The Versatile Experimental Salt Irradiation Loop (VESIL) shown below in Figure 1a, is a proposed fuel-bearing integrated effect experiment currently under investigation at Idaho National Laboratory (INL) [1]. This natural circulation molten salt loop would contain a fuel-bearing salt and is envisaged to be irradiated in one of the I-positions of the Advanced Test Reactor (ATR). As the fuel-salt is irradiated, the process of insoluble fission product (IFP) species migration, accumulation, and deposition will occur during the 60-day ATR cycle. Specifically, a noble metal (NM) particle deposition and noble gas (NG) bubble formation may become significant and be used as an online experimental indicator of the burnup process.

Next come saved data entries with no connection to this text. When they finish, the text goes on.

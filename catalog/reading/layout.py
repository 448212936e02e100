"""A block → a Table of motors and fields, for either layout."""

import re

from ...schema.figure.signs import plain
from ...schema.vocabulary import quantity
from .blocks import Block, is_data
from .cells import is_caption, is_ditto, is_figure, is_role, is_symbol, is_unit, missing, strength
from .heads import HeadCell, classify, context_of, head_field
from .label import names_part, parse_label
from .model import Field, Table
from .phrase import conventions_of, match_phrase, section_of, variant_of

_LABEL_AND_FIGURE = re.compile(r"([^\d:]{3,40}?)\s+([<>≤≥~]?\s?\d[\d.,]*\s?\S.*)$")
_MOST_HEAD_ROWS = 7


def _share(texts: list[str], test) -> float:
    filled = [t for t in texts if plain(t)]
    return sum(1 for t in filled if test(t)) / len(filled) if filled else 0.0


def _kind_of_line(texts: list[str]) -> str:
    """What a line of heading cells mostly holds: units, symbols or names."""
    units = _share(texts, lambda t: is_unit(t) or plain(t) in ("-", "–", "—", "1"))
    real = _share(texts, is_unit)
    if units >= 0.6 and real > 0.3 and _share(texts, lambda t: strength(t) >= 0.9) < 0.4:
        return "unit"
    if _share(texts, is_symbol) >= 0.6 and _share(texts, lambda t: strength(t) >= 0.9) < 0.4:
        return "symbol"
    return "name"


# --- one motor a row ----------------------------------------------------------------------------


def lay_out_rows(block: Block) -> Table:
    """The table of a block whose headings stand in rows."""
    head = block.line
    rows = block.rows
    start = head + 1
    while start < len(rows) and start - head < _MOST_HEAD_ROWS and not is_data(rows[start]):
        start += 1
    if start >= len(rows) or start - head >= _MOST_HEAD_ROWS:
        start = head + 1
        while start < len(rows) and _kind_of_line(rows[start]) in ("unit", "symbol"):
            start += 1
    top = head
    while top > 0 and _is_caption_row(rows[top - 1], block.width):
        top -= 1
    titles = [_text_of(row) for row in rows[:top]]
    kinds = []
    for r in range(top, start):
        kind = _kind_of_line([t for t in rows[r] if t]) if r != head else "name"
        kinds.append("caption" if r < head and kind == "name" else kind)
    head_rows = [
        _spread(rows[r], block, r) if kind == "caption" else rows[r]
        for r, kind in zip(range(top, start), kinds, strict=True)
    ]
    body, numbers, notes, end_sections = _body(block, start, head_rows)
    table = Table("rows", [], numbers, titles=titles, notes=notes, head=head_rows)
    table.columns = list(range(block.width))
    columns: list[list[str]] = [list(c) for c in zip(*body, strict=False)] if body else []
    for c in range(block.width):
        cells: list[HeadCell] = []
        row_of = block.row_numbers[min(head, len(block.row_numbers) - 1)]
        named_at = head - top
        own = any(rows[r][c] for r in range(top, head + 1))
        for r, kind in enumerate(kinds):
            text = head_rows[r][c] if c < len(head_rows[r]) else ""
            if r == named_at and not own and any(h[c] for h in head_rows[r + 1 :]):
                text = _left_of(head_rows[r], c)
            if text and not (cells and cells[-1][1] == text):
                cells.append(classify(text, kind))
        texts = columns[c] if c < len(columns) else []
        if not any(texts) and all(kind == "caption" for kind, _ in cells):
            continue
        field = head_field(cells, texts, row_of, block.column_numbers[c])
        field.source = c
        table.fields.append(field)
    _resection(table)
    if end_sections:
        table.remarks += end_sections
    return table


def _left_of(row: list[str], c: int) -> str:
    """The heading that a column without its own shares with its left neighbour (kg | lb)."""
    return next((row[k] for k in range(c - 1, -1, -1) if row[k]), "")


def _text_of(row: list[str]) -> str:
    texts: list[str] = []
    for t in row:
        if t and (not texts or texts[-1] != t):
            texts.append(t)
    return " ".join(texts)


def _is_caption_row(row: list[str], width: int) -> bool:
    """Whether a row above the headings holds captions over groups of them."""
    filled = [(i, t) for i, t in enumerate(row) if t]
    if not filled or any(is_figure(t) and not re.search(r"[^\W\d_]", t) for _, t in filled):
        return False
    distinct = {t for _, t in filled}
    if len(distinct) >= 2:
        return True
    return filled[0][0] > 0 and width > 2


def _spread(row: list[str], block: Block, r: int) -> list[str]:
    """Captions over the blank cells to their right, unless merged cells say how far they go."""
    spanned = any(fr == r for fr, _ in block.filled)
    if spanned:
        return row
    spread: list[str] = []
    current = ""
    for c, text in enumerate(row):
        below = r + 1 < len(block.rows) and block.rows[r + 1][c]
        if text and not below and _names_quantity(text):
            current = ""
            spread.append(text)
            continue
        current = text or current
        spread.append(text or current)
    return spread


def _names_quantity(text: str) -> bool:
    """Whether a caption is rather the heading of its own column."""
    return strength(text) >= 0.9 and any(p.keys for p in parse_label(text).names)


def _resection(table: Table) -> None:
    """Captions that stand over the middle of their group: move the borders where that gives
    every section figures that it can have, and none twice."""
    captions = [f.captions[-1] if f.captions else "" for f in table.fields]
    order = [c for i, c in enumerate(captions) if c and (i == 0 or captions[i - 1] != c)]
    while order and not section_of(order[-1]):
        order.pop()  # "Constants" behind the sections makes no figure another one
    if not order or not all(section_of(c) for c in order):
        return
    keys = [{p.generic for p in f.label.names if p.generic} for f in table.fields]
    first = next(i for i, c in enumerate(captions) if c)
    before = first
    while before > 0 and keys[before - 1]:
        before -= 1
    last = len(keys) - 1
    while last > 0 and (not keys[last] or captions[last] not in order):
        last -= 1
    if _fit(captions, keys) >= 0 and before == first:
        return
    best = (_fit(captions, keys) - (first - before), captions)
    rivals: list[list[str]] = []
    spans = _partitions(before, last + 1, len(order), captions, order)
    for borders in spans:
        attempt = [c if i > last else "" for i, c in enumerate(captions)]
        for k, caption in enumerate(order):
            for i in range(borders[k], borders[k + 1]):
                attempt[i] = caption
        score = _fit(attempt, keys)
        if score > best[0]:
            best, rivals = (score, attempt), []
        elif score == best[0] and best[1] is not captions:
            rivals.append(attempt)
    # Where two ways are as good, a figure between two groups is of neither for sure.
    sure = [c if all(r[i] == c for r in rivals) else "" for i, c in enumerate(best[1])]
    for field, old, new in zip(table.fields, captions, sure, strict=True):
        if old != new:
            rest = field.captions[:-1] if old else field.captions
            field.captions = (*rest, new) if new else rest
            field.section, field.when, field.temperature, field.variant = context_of(
                list(field.captions)
            )
            field.heading = (
                field.heading.replace(plain(old), plain(new))
                if old
                else (f"{plain(new)} › {field.heading}")
            )


def _partitions(start: int, end: int, groups: int, captions: list[str], order: list[str]):
    """Borders of the groups, each of which holds the cell where its caption was printed."""
    anchors = [captions.index(caption) for caption in order]
    if groups > 6:
        return

    def extend(k: int, borders: list[int]):
        if k == groups:
            yield [*borders, end]
            return
        for border in range(anchors[k - 1] + 1, anchors[k] + 1):
            yield from extend(k + 1, [*borders, border])

    yield from extend(1, [start])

This work applies the species mass transport capabilities currently under development within the subchannel thermal-hydraulics code CTF [2]. It acts as a feasibility study of the salt-loop in light of these complex transport phenomena. A previously developed NM deposition model [3] and helium bubbling model [4] are coupled to determine what species will be extracted in an off-gas system. Figure 1b illustrates the combined interaction of NM deposition and extraction via circulating helium bubble swarms.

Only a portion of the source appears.